I know that it worked before because as mentioned before it did work on win 7 just something is wrong on 8

Help pls???


----------



## TerryNet (Mar 23, 2005)

Even though the issue is with an aspect of networking I think the Windows 8 forum is better suited, so I moved the thread from Networking.

What wireless adapter?

Is Windows 8 using the same wireless driver that was used with Windows 7?

What firewall?


----------



## toolgt4u (Apr 11, 2012)

broadcom 802.11n Network adapter....

and the firewall is the one that comes with windows essentials

it is the same driver as the win 7.


----------



## TerryNet (Mar 23, 2005)

My best guess--and it's definitely only a guess--is that there is something about Windows 8 and that adapter that is going to require a driver update.


----------



## ada101 (Sep 12, 2010)

I had the same problem when i moved a windows 8 hard disk to another computer-therefore i had to reinstall the drivers for all the hardware. I had a DWA-125 in the computer and when i started up windows 8 in that computer for the first time it had already come with wifi drivers! heres the twist though: When i went to connect to the wifi the same thing that happened to you happened to me as well! For me to fix it i ended up having to install the windows 7 drivers for this adapter through device manager. I can find the drivers for the WiFi device for you, but first i need to know more about your device... What is the model number for this "broadcom 802.11n" network adapter?


----------



## toolgt4u (Apr 11, 2012)

Emmmmmm....where can i find the model number exactly :/ 
im a bit noobish o.o


----------



## toolgt4u (Apr 11, 2012)

its for a Hp G62 i dont know if that will help any :/


----------



## ada101 (Sep 12, 2010)

I quickly made a small video on how to find your wifi model.
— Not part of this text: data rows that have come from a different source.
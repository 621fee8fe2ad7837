import { Badge, Box, chakra, List } from '@chakra-ui/react';
import { Link as RouterLink } from 'react-router-dom';
import { proposalHref } from '@/lib/paths';
import { SECTIONS, type SectionId } from '../labels';

const NavLink = chakra(RouterLink);

/**
 * The editor's sections as links, so each has its own address and Back works; the current one
 * is marked for screen readers (aria-current) and by more than colour (weight and a bar).
 */
export function SectionNav({
  reference,
  current,
  blockers,
}: {
  reference: string;
  current: SectionId;
  /** Shown beside Checks, once known. */
  blockers: number | undefined;
}) {
  return (
    <Box as="nav" aria-label="Proposal sections">
      <List.Root
        as="ol"
        listStyle="none"
        ps="0"
        display="flex"
        flexDirection={{ base: 'row', md: 'column' }}
        gap="1"
        overflowX={{ base: 'auto', md: 'visible' }}
        pb={{ base: '2', md: '0' }}
      >
        {SECTIONS.map(({ id, label }) => {
          const active = id === current;
          return (
            <List.Item key={id} flexShrink={0}>
              <NavLink
                to={proposalHref(reference, id)}
                aria-current={active ? 'page' : undefined}
                // Holds the badge's hidden words, which would otherwise widen the page.
                position="relative"
                display="flex"
                alignItems="center"
                justifyContent="space-between"
                gap="2"
                px="3"
                py="2"
                rounded="l2"
                fontWeight={active ? 'semibold' : 'normal'}
                bg={active ? 'colorPalette.subtle' : undefined}
                color={active ? 'colorPalette.fg' : 'fg'}
                borderStartWidth={{ md: '3px' }}
                borderBottomWidth={{ base: '3px', md: '0' }}
                borderColor={active ? 'colorPalette.solid' : 'transparent'}
                _hover={{ bg: 'bg.muted' }}
                focusVisibleRing="outside"
              >
                {label}
                {id === 'checks' && blockers !== undefined && blockers > 0 && (
                  <Badge colorPalette="blocker" variant="solid" size="sm">
                    {blockers}
                    <Box as="span" srOnly>
                      {blockers === 1 ? ' blocker' : ' blockers'}
                    </Box>
                  </Badge>
                )}
              </NavLink>
            </List.Item>
          );
        })}
      </List.Root>
    </Box>
  );
}
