import { Table, Text } from '@chakra-ui/react';
import type { ObservationResult } from '@skyhours/calc';
import { formatLst, formatNumber } from '../format';

export interface ObservationNumbersProps {
  result: ObservationResult;
  /** On-source hours per pointing bought by the hours asked; null without hours. */
  onSourceHours: number | null;
  /** Total hours the rms goal needs; null without a goal. */
  hoursForGoal: number | null;
  rmsGoalMicroJy: number | null;
  /** Names the table: "Live preview" or "Stored with the observation". */
  caption: string;
}

/**
 * The calculator's numbers for one observation, each row marked with `data-quantity` so that
 * tests (and people) find the same number in the same place.
 */
export function ObservationNumbers({
  result,
  onSourceHours,
  hoursForGoal,
  rmsGoalMicroJy,
  caption,
}: ObservationNumbersProps) {
  const rows: [string, string, string][] = [
    ['sky-frequency', 'Sky frequency', `${formatNumber(result.skyFrequencyGHz, 6)} GHz`],
    ['wavelength', 'Wavelength', `${formatNumber(result.wavelengthM * 100, 4)} cm`],
    ['resolution', 'Angular resolution', `${formatNumber(result.resolutionArcsec)}″`],
    ['largest-scale', 'Largest angular scale', `${formatNumber(result.largestScaleArcsec)}″`],
    ['primary-beam', 'Primary beam', `${formatNumber(result.primaryBeamArcmin)}′`],
    ['pointings', 'Pointings', String(result.pointings)],
    ['sefd', 'SEFD', `${formatNumber(result.sefdJy)} Jy`],
    [
      'on-source',
      'On-source time per pointing',
      onSourceHours === null ? '—' : `${formatNumber(onSourceHours)} h`,
    ],
    [
      'rms',
      'Rms reached',
      result.rmsMicroJy === null
        ? '— (give the hours asked)'
        : `${formatNumber(result.rmsMicroJy)} µJy${
            rmsGoalMicroJy === null ? '' : ` (goal ${formatNumber(rmsGoalMicroJy)} µJy)`
          }`,
    ],
    [
      'hours-for-goal',
      'Hours the goal needs',
      hoursForGoal === null ? '— (no rms goal)' : `${formatNumber(hoursForGoal)} h`,
    ],
    [
      'brightness-rms',
      'Brightness rms in the beam',
      result.brightnessRmsK === null ? '—' : `${formatNumber(result.brightnessRmsK)} K`,
    ],
    ['max-elevation', 'Highest elevation', `${formatNumber(result.maxElevationDeg)}°`],
    [
      'hours-above-limit',
      'Hours above the elevation limit',
      `${formatNumber(result.hoursAboveLimit)} h`,
    ],
    [
      'lst-window',
      'LST window',
      result.lstRiseHours === null || result.lstSetHours === null
        ? result.hoursAboveLimit > 0
          ? 'always up'
          : 'never up'
        : `${formatLst(result.lstRiseHours)} – ${formatLst(result.lstSetHours)}`,
    ],
  ];
  return (
    <Table.Root size="sm" variant="outline" rounded="md">
      <Table.Caption captionSide="top" textAlign="start" mb="2">
        <Text fontWeight="semibold" color="fg">
          {caption}
        </Text>
      </Table.Caption>
      <Table.Body>
        {rows.map(([id, label, value]) => (
          <Table.Row key={id}>
            <Table.ColumnHeader scope="row" fontWeight="normal" color="fg.muted">
              {label}
            </Table.ColumnHeader>
            <Table.Cell data-quantity={id} textAlign="end" fontVariantNumeric="tabular-nums">
              {value}
            </Table.Cell>
          </Table.Row>
        ))}
      </Table.Body>
    </Table.Root>
  );
}
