import { HttpStatus, Injectable } from '@nestjs/common';
import { InjectDataSource } from '@nestjs/typeorm';
import { isUUID } from 'class-validator';
import type { DataSource, EntityManager } from 'typeorm';
import { AuditService } from '../audit/audit.service.js';
import { hasCallRole } from '../auth/policy.js';
import type { SessionUser } from '../auth/session-user.js';
import type { CallStatus } from '../calls/call-lifecycle.js';
import { Clock } from '../common/clock.js';
import { AppError, conflict, notFound, validationFailed } from '../common/errors/app-error.js';
import { compiledPdfName } from '../proposals/submission.service.js';
import type { ReasonDto } from './dto/reason.dto.js';
import type { SaveReviewDto } from './dto/save-review.dto.js';
import type { ReviewDetail, ReviewListItem, ReviewStatus } from './review-contract.js';
import { autoConflictSql } from './review-queries.js';
import { isReviewOpen, reviewClosedMessage, reviewIssues } from './review-rules.js';

interface AssignmentRow {
  id: string;
  proposal_id: string;
  referee_id: string;
  status: ReviewStatus;
  score: number | null;
  comment_to_pi: string;
  comment_to_committee: string;
  expertise: 1 | 2 | 3 | null;
  decline_reason: string | null;
  submitted_at: Date | null;
  updated_at: Date;
  version: number;
  reference: string;
  title: string;
  abstract: string;
  science_category: string;
  kind: string;
  submitted_version: number | null;
  total_hours: number | null;
  code: string;
  call_title: string;
  call_status: CallStatus;
  opens_at: Date;
  deadline_at: Date;
  review_due_at: Date;
  score_min: number;
  score_max: number;
  score_higher_is_better: boolean;
  anonymous_review: boolean;
  time_zone: string;
  conflict_reason: string | null;
  auto_conflict: boolean;
}

/**
 * One query for the referee's own assignments (`$1` the referee). The team is never selected:
 * nothing in these answers can name it, anonymous call or not.
 */
const ASSIGNMENTS_SQL = `
  SELECT a.id, a.proposal_id, a.referee_id, a.status, a.score, a.comment_to_pi,
         a.comment_to_committee, a.expertise, a.decline_reason, a.submitted_at, a.updated_at,
         a.version, p.reference, p.title, p.abstract, p.science_category, p.kind,
         p.submitted_version, v.total_hours, c.code, c.title AS call_title, c.status AS call_status,
         c.opens_at, c.deadline_at, c.review_due_at, c.score_min, c.score_max,
         c.score_higher_is_better, c.anonymous_review, c.time_zone, d.reason AS conflict_reason,
         ${autoConflictSql('ru', 'p.id')} AS auto_conflict
    FROM review_assignments a
    JOIN users ru ON ru.id = a.referee_id
    JOIN proposals p ON p.id = a.proposal_id
    JOIN calls c ON c.id = p.call_id
    JOIN call_roles cr ON cr.call_id = c.id AND cr.user_id = a.referee_id AND cr.role = 'referee'
    LEFT JOIN proposal_versions v ON v.proposal_id = p.id AND v.number = p.submitted_version
    LEFT JOIN referee_conflicts d ON d.referee_id = a.referee_id AND d.proposal_id = a.proposal_id
   WHERE a.referee_id = $1`;

/** The referee's workspace: their own assignments, the PDF to read, the review form. */
@Injectable()
export class ReviewsService {
  constructor(
    @InjectDataSource() private readonly dataSource: DataSource,
    private readonly clock: Clock,
    private readonly audit: AuditService,
  ) {}

  async list(user: SessionUser): Promise<ReviewListItem[]> {
    const rows = (await this.dataSource.query(
      `${ASSIGNMENTS_SQL} ORDER BY c.review_due_at, c.code, p.reference`,
      [user.id],
    )) as AssignmentRow[];
    const now = this.clock.now();
    return rows.filter((r) => hasCallRole(user, r.code, 'referee')).map((r) => listItem(r, now));
  }

  async get(user: SessionUser, id: string): Promise<ReviewDetail> {
    return detail(await this.load(user, id), this.clock.now());
  }

  /** The compiled PDF of the proposal's latest submitted version. */
  async pdf(user: SessionUser, id: string): Promise<{ filename: string; bytes: Buffer }> {
    const row = await this.load(user, id);
    const status = statusOf(row);
    if (status === 'conflicted' || status === 'declined')
      throw conflict(
        'ASSIGNMENT_CLOSED',
        `You ${status === 'declined' ? 'declined' : 'are in conflict with'} ${row.reference}; its PDF is no longer yours to read`,
      );
    const [file] = (await this.dataSource.query(
      `SELECT v.compiled_pdf FROM proposal_versions v
        WHERE v.proposal_id = $1 AND v.number = $2`,
      [row.proposal_id, row.submitted_version],
    )) as { compiled_pdf: Buffer | null }[];
    if (!file?.compiled_pdf || row.submitted_version === null)
      throw notFound('Compiled PDF (the proposal has no submitted version)');
    return {
      filename: compiledPdfName(row.reference, row.submitted_version),
      bytes: file.compiled_pdf,
    };
  }

  async save(user: SessionUser, id: string, dto: SaveReviewDto): Promise<ReviewDetail> {
    return this.write(user, id, dto.version, async (row, manager, now) => {
      const submitting = dto.submit === true || row.status === 'submitted';
      if (statusOf(row) === 'declined' || statusOf(row) === 'conflicted')
        throw conflict(
          'ASSIGNMENT_CLOSED',
          `You ${statusOf(row) === 'declined' ? 'declined' : 'are in conflict with'} ${row.reference}; its review cannot change`,
        );
      const issues = reviewIssues(
        {
          score: dto.score,
          expertise: dto.expertise,
          commentToPi: dto.commentToPi,
          commentToCommittee: dto.commentToCommittee,
        },
        { scoreMin: row.score_min, scoreMax: row.score_max },
        submitting,
      );
      if (issues.length) throw validationFailed(issues);
      const status: ReviewStatus = submitting ? 'submitted' : 'accepted';
      await manager.query(
        `UPDATE review_assignments
            SET status = $2, score = $3, comment_to_pi = $4, comment_to_committee = $5,
                expertise = $6, submitted_at = CASE WHEN $2 = 'submitted' THEN $7::timestamptz END,
                version = version + 1, updated_at = $7
          WHERE id = $1`,
        [row.id, status, dto.score, dto.commentToPi, dto.commentToCommittee, dto.expertise, now],
      );
      return {
        action:
          status === 'submitted'
            ? row.status === 'submitted'
              ? 'review.resubmitted'
              : 'review.submitted'
            : 'review.draft_saved',
        details: { score: dto.score, expertise: dto.expertise },
      };
    });
  }

  async decline(user: SessionUser, id: string, dto: ReasonDto): Promise<ReviewDetail> {
    return this.write(user, id, dto.version, async (row, manager, now) => {
      const status = statusOf(row);
      if (status === 'submitted')
        throw conflict(
          'REVIEW_SUBMITTED',
          `Your review of ${row.reference} is submitted; declare a conflict instead if you must withdraw it`,
        );
      if (status !== 'invited' && status !== 'accepted')
        throw conflict('ASSIGNMENT_CLOSED', `The assignment to ${row.reference} is ${status}`);
      await manager.query(
        `UPDATE review_assignments SET status = 'declined', decline_reason = $2,
                version = version + 1, updated_at = $3 WHERE id = $1`,
        [row.id, dto.reason, now],
      );
      return { action: 'review.declined', details: { reason: dto.reason } };
    });
  }

  /**
   * A conflict the referee declares: recorded for the proposal (the automatic pass then never
   * picks them for it again) and the assignment closed. A review already written is withdrawn,
   * as a conflicted score must not count.
   */
  async declareConflict(user: SessionUser, id: string, dto: ReasonDto): Promise<ReviewDetail> {
    return this.write(user, id, dto.version, async (row, manager, now) => {
      if (row.status === 'declined' || row.status === 'conflicted')
        throw conflict('ASSIGNMENT_CLOSED', `The assignment to ${row.reference} is ${row.status}`);
      await manager.query(
        `INSERT INTO referee_conflicts (referee_id, proposal_id, reason, declared_at)
         VALUES ($1, $2, $3, $4)
         ON CONFLICT (referee_id, proposal_id) DO UPDATE SET reason = $3, declared_at = $4`,
        [row.referee_id, row.proposal_id, dto.reason, now],
      );
      await manager.query(
        `UPDATE review_assignments SET status = 'conflicted', score = NULL, expertise = NULL,
                submitted_at = NULL, version = version + 1, updated_at = $2 WHERE id = $1`,
        [row.id, now],
      );
      return {
        action: 'review.conflict_declared',
        details: { reason: dto.reason, withdrewSubmitted: row.status === 'submitted' },
      };
    });
  }

  /**
   * One write of the referee's own assignment: locked, the version checked, the call's review
   * window checked by the server's clock, the change made and audited; answers the new state.
   */
  private async write(
    user: SessionUser,
    id: string,
    version: number,
    change: (
      row: AssignmentRow,
      manager: EntityManager,
      now: Date,
    ) => Promise<{ action: string; details: Record<string, unknown> }>,
  ): Promise<ReviewDetail> {
    return this.dataSource.transaction(async (manager) => {
      if (!isUUID(id)) throw notFound('Review');
      await manager.query(`SELECT 1 FROM review_assignments WHERE id = $1 FOR UPDATE`, [id]);
      const row = await this.load(user, id, manager);
      const now = this.clock.now();
      if (row.version !== version)
        throw conflict(
          'STALE_VERSION',
          `Your review of ${row.reference} has changed since you loaded it (you had version ${version}, it is now at version ${row.version}); reload it and make your change again`,
        );
      const call = {
        code: row.code,
        status: row.call_status,
        opensAt: row.opens_at,
        deadlineAt: row.deadline_at,
        reviewDueAt: row.review_due_at,
      };
      if (!isReviewOpen(call, now))
        throw new AppError(HttpStatus.CONFLICT, 'REVIEW_CLOSED', reviewClosedMessage(call, now));
      const { action, details } = await change(row, manager, now);
      await this.audit.record(
        {
          actorId: user.id,
          action,
          subjectType: 'review_assignment',
          subjectId: row.id,
          details: { reference: row.reference, call: row.code, ...details },
        },
        manager,
      );
      return detail(await this.load(user, id, manager), now);
    });
  }

  /** The user's own assignment in a call they still referee, or 404. */
  private async load(
    user: SessionUser,
    id: string,
    manager: EntityManager = this.dataSource.manager,
  ): Promise<AssignmentRow> {
    if (!isUUID(id)) throw notFound('Review');
    const [row] = (await manager.query(`${ASSIGNMENTS_SQL} AND a.id = $2`, [user.id, id])) as
      AssignmentRow[] | [];
    if (!row || !hasCallRole(user, row.code, 'referee')) throw notFound('Review');
    return row;
  }
}

/** An automatic conflict closes an assignment not yet submitted, as a declared one does. */
function statusOf(r: AssignmentRow): ReviewStatus {
  if (r.auto_conflict && r.status !== 'declined') return 'conflicted';
  return r.status;
}

function listItem(r: AssignmentRow, now: Date): ReviewListItem {
  const status = statusOf(r);
  return {
    id: r.id,
    reference: r.reference,
    title: r.title,
    scienceCategory: r.science_category,
    call: {
      code: r.code,
      title: r.call_title,
      reviewDueAt: r.review_due_at.toISOString(),
      scoreMin: r.score_min,
      scoreMax: r.score_max,
      scoreHigherIsBetter: r.score_higher_is_better,
      anonymousReview: r.anonymous_review,
      timeZone: r.time_zone,
    },
    status,
    editable:
      status !== 'declined' &&
      status !== 'conflicted' &&
      isReviewOpen(
        {
          status: r.call_status,
          opensAt: r.opens_at,
          deadlineAt: r.deadline_at,
          reviewDueAt: r.review_due_at,
        },
        now,
      ),
    score: r.score,
    updatedAt: r.updated_at.toISOString(),
    submittedAt: r.submitted_at?.toISOString() ?? null,
  };
}

function detail(r: AssignmentRow, now: Date): ReviewDetail {
  const item = listItem(r, now);
  const closed = item.status === 'conflicted' || item.status === 'declined';
  return {
    ...item,
    // Once in conflict or declined, the proposal's content is no longer the referee's to read.
    abstract: closed ? '' : r.abstract,
    kind: r.kind,
    versionNumber: r.submitted_version ?? 0,
    totalHours: r.total_hours ?? 0,
    commentToPi: r.comment_to_pi,
    commentToCommittee: r.comment_to_committee,
    expertise: r.expertise,
    version: r.version,
    declineReason: r.decline_reason,
    conflictReason: r.conflict_reason,
  };
}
Hope it helps 
P.S.: You may want to view this video in full-screen and in 480-720p


----------



## toolgt4u (Apr 11, 2012)

First of all thank you Ada101.

ok so my etherenet is: Realtek PCIe FE Family Controller.
and my wireless is: Broadcom 4313 802.11b/g/n.


----------



## ada101 (Sep 12, 2010)

Thank you  I am looking for a driver now.


----------



## ada101 (Sep 12, 2010)

I have found a driver:
http://www.mediafire.com/?5lfsl66bok6sd
^^ that links to your folder with the drivers in a zip folder and 7zip. you will need 7zip to extract the drivers
download the 7zip, and then the driver zip file


----------